Kershaw has allowed slightly more fly balls — 40.2 FB% versus 34.3% — and this, paired with the higher HR/FB%, makes for a bad combination and more home runs. He’s still allowed ground balls at a similar rate, only slightly less, at 39.7% versus 45.9%. So has Kershaw allowed more well-hit balls in the postseason than in the regular season? Yes, but only slightly, and not enough that he should be considered a choker. The only slight increase in line drives shouldn’t result in as big a gap in BABIP as it actually does, meaning that luck has not quite been on Kershaw’s side the way it has been in the regular season. He’s struck people out like regular-season Kershaw, he’s prevented walks like regular-season Kershaw, and he’s prevented balls from being well hit only slightly less than regular-season Kershaw. That, in addition to slightly more fly balls leaving the ballpark, has resulted in a really good pitcher that maybe is not quite as good as regular-season Kershaw, but still very good, and it certainly doesn’t warrant calling him a “choke artist.”
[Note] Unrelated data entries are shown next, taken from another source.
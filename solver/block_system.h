// SPDX-License-Identifier: Apache-2.0
/// @file
/// A symmetric system of small dense blocks on a sparse graph, complex and not Hermitian: factors
/// without conjugation, those blocks of its inverse that lie on the graph, and solutions.
#pragma once

#include <complex>
#include <cstddef>
#include <vector>

namespace sunder::solver {

/// A = L D L' with block pivots, ' being the plain transpose. Leaves of the graph are eliminated
/// first, so that on a tree nothing fills in and the work is linear; what remains follows in an
/// approximate minimum degree order (Eigen). Then, backwards, the blocks of Z = inverse(A) that lie
/// on the pattern of L (Takahashi):
///
///     Z_pc = - sum_q Z_pq L_qc,     Z_cc = inverse(D_c) - sum_q L_qc' Z_qc,     q in the column of c
///
/// The order depends on the graph alone: values may be set again for another condition.
class BlockSystem {
 public:
  using Complex = std::complex<double>;

  /// @param sizes  rows of each block, >= 0
  /// @param pairs  blocks that are coupled, each pair once or more, in any order
  void prepare(std::vector<int> sizes, std::vector<std::pair<int, int>> pairs);

  [[nodiscard]] std::size_t blocks() const noexcept { return size_.size(); }
  [[nodiscard]] int size(int block) const noexcept { return size_[static_cast<std::size_t>(block)]; }

  /// All values to zero.
  void clear();
  /// Adds to entry (row, column) of blocks (i, j) and, off the diagonal block, to its mirror image.
  /// Within one block both (r, c) and (c, r) are to be added. i, j equal or prepared as a pair.
  void add(int i, int row, int j, int column, Complex value) { values_[place(i, row, j, column)] += value; }

  /// Where that entry is kept, for those who come again; the values at such places.
  [[nodiscard]] std::size_t place(int i, int row, int j, int column) const;
  [[nodiscard]] Complex& value(std::size_t place) { return values_[place]; }
  [[nodiscard]] const Complex& value(std::size_t place) const { return values_[place]; }

  /// Factors. @return false where a pivot block is singular (`singular()` tells which)
  [[nodiscard]] bool factor();
  [[nodiscard]] int singular() const noexcept { return singular_; }

  /// Blocks of the inverse on the pattern, in place of the factors: after it `solve` is not possible.
  void invert();

  /// Entry of the inverse. Precondition: invert(); i, j equal or on the pattern.
  [[nodiscard]] Complex inverse(int i, int row, int j, int column) const { return values_[place(i, row, j, column)]; }

  /// x := inverse(A) x, x by block in the order of blocks. Precondition: factor(), not yet invert().
  void solve(std::vector<Complex>& x) const;

  /// A x. Precondition: values set, not yet factor().
  [[nodiscard]] std::vector<Complex> times(const std::vector<Complex>& x) const;

  /// First entry of a block in a vector.
  [[nodiscard]] std::size_t offset(int block) const noexcept { return row_[static_cast<std::size_t>(block)]; }
  /// Bytes held.
  [[nodiscard]] std::size_t bytes() const noexcept;
  [[nodiscard]] std::size_t rows() const noexcept { return row_.empty() ? 0 : row_.back(); }

 private:
  void order(const std::vector<std::vector<int>>& neighbours);
  void order_by_subtrees();
  void eliminate_symbolically(const std::vector<std::vector<int>>& neighbours);
  [[nodiscard]] std::size_t entry(int column_position, int row_position) const;
  [[nodiscard]] Complex* block(int position_a, int position_b, bool& transposed);
  [[nodiscard]] const Complex* block(int position_a, int position_b, bool& transposed) const;

  // Everything below is by position in the order of elimination.
  std::vector<int> size_;              // by block
  std::vector<std::size_t> row_;       // by block, and the end
  std::vector<int> position_;          // of each block
  std::vector<int> block_at_;          // at each position
  std::vector<std::size_t> first_;     // into below_, of each position, and the end
  std::vector<int> below_;             // positions coupled to a column, ascending, all later
  std::vector<std::size_t> value_at_;  // of each entry of below_, into values_
  std::vector<std::size_t> pivot_at_;  // of each position, into values_
  std::vector<Complex> values_;        // blocks by rows: pivots m_c x m_c, others m_c x m_q (row of c, column of q)
  std::vector<double> scale_;          // largest entry of each pivot block before elimination
  int singular_ = -1;
};

}  // namespace sunder::solver
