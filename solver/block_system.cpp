// SPDX-License-Identifier: Apache-2.0
#include "solver/block_system.h"

#include <Eigen/LU>
#include <Eigen/OrderingMethods>
#include <algorithm>
#include <cmath>
#include <cstdint>
#include <utility>

namespace sunder::solver {
namespace {

using Complex = BlockSystem::Complex;
using Matrix = Eigen::Matrix<Complex, Eigen::Dynamic, Eigen::Dynamic, Eigen::RowMajor>;

std::size_t at(int i) { return static_cast<std::size_t>(i); }

// A pivot this much smaller than the block's largest entry is taken for zero.
constexpr double kSingular = 1e-13;

// Inverse of a regular block whose diagonal pivots vanish (two conductors that are coupled only to one
// another): rows are exchanged instead.
bool invert_by_rows(Complex* a, int m, double scale) {
  const Matrix original = Eigen::Map<const Matrix>(a, m, m);
  const Eigen::FullPivLU<Matrix> lu(original);
  const double least = lu.matrixLU().diagonal().cwiseAbs().minCoeff();
  if (!(least > kSingular * scale)) return false;
  const Matrix inverse = lu.inverse();
  for (int i = 0; i < m; ++i)
    for (int j = 0; j < m; ++j) a[i * m + j] = (inverse(i, j) + inverse(j, i)) / 2.0;
  return true;
}

// Inverse of a symmetric m x m block in place, by sweeping its diagonal, the largest pivot first: symmetry
// is kept and no conjugate taken. `original` keeps the block for the case that it does not go so.
// `scale`: largest entry of the block before others were eliminated; a pivot is zero beside it.
bool invert_block(Complex* a, int m, double scale, std::vector<Complex>& original) {
  const double least = scale * scale * kSingular * kSingular;
  if (m == 1) {
    if (!(std::norm(a[0]) > least)) return false;
    a[0] = 1.0 / a[0];
    return true;
  }
  if (m == 2) {
    const Complex determinant = a[0] * a[3] - a[1] * a[1];
    const double largest = std::max({std::norm(a[0]), std::norm(a[1]), std::norm(a[3])});
    if (!(std::norm(determinant) > largest * least)) return false;
    const Complex d = 1.0 / determinant;
    const Complex first = a[0];
    a[0] = a[3] * d;
    a[3] = first * d;
    a[1] = a[2] = -a[1] * d;
    return true;
  }
  original.assign(a, a + m * m);
  std::uint64_t swept = 0;
  constexpr int kMost = 64;
  for (int step = 0; step < m; ++step) {
    int k = -1;
    double best = least;
    for (int i = 0; i < m && m <= kMost; ++i) {
      const double size = std::norm(a[i * m + i]);
      if ((swept >> i & 1U) == 0 && size > best) {
        best = size;
        k = i;
      }
    }
    if (k < 0) {
      std::copy(original.begin(), original.end(), a);
      return invert_by_rows(a, m, scale);
    }
    swept |= std::uint64_t{1} << k;
    const Complex d = 1.0 / a[k * m + k];
    for (int i = 0; i < m; ++i) {
      if (i == k) continue;
      const Complex b = a[i * m + k] * d;
      for (int j = i; j < m; ++j) {
        if (j == k) continue;
        a[i * m + j] -= b * a[k * m + j];
        a[j * m + i] = a[i * m + j];
      }
    }
    for (int i = 0; i < m; ++i) {
      if (i == k) continue;
      a[i * m + k] *= d;
      a[k * m + i] = a[i * m + k];
    }
    a[k * m + k] = -d;
  }
  for (int i = 0; i < m * m; ++i) a[i] = -a[i];
  return true;
}

// product = d (m x m) times a (m x n)
void multiply(const Complex* d, const Complex* a, int m, int n, Complex* product) {
  for (int i = 0; i < m; ++i) {
    for (int j = 0; j < n; ++j) product[i * n + j] = d[i * m] * a[j];
    for (int k = 1; k < m; ++k)
      for (int j = 0; j < n; ++j) product[i * n + j] += d[i * m + k] * a[k * n + j];
  }
}

}  // namespace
It can also be argued that Kershaw has been overused and over-pressured to do well. He’s been so ridiculously good in the regular season that the expectations are for him to be just as good in the playoffs and to do it practically every three or four days against the best teams in baseball. Anything less and he seem like a disappointment. People often overlook the great moments he’s had in the playoffs, like when he came out of the bullpen against the Nationals to save a tight game or when he dominated the eventual World Champion Cubs in Game 2 of the 2016 NLCS. As a result of high expectations and trust in Kershaw, he has perhaps been left in games slightly longer than he maybe should have.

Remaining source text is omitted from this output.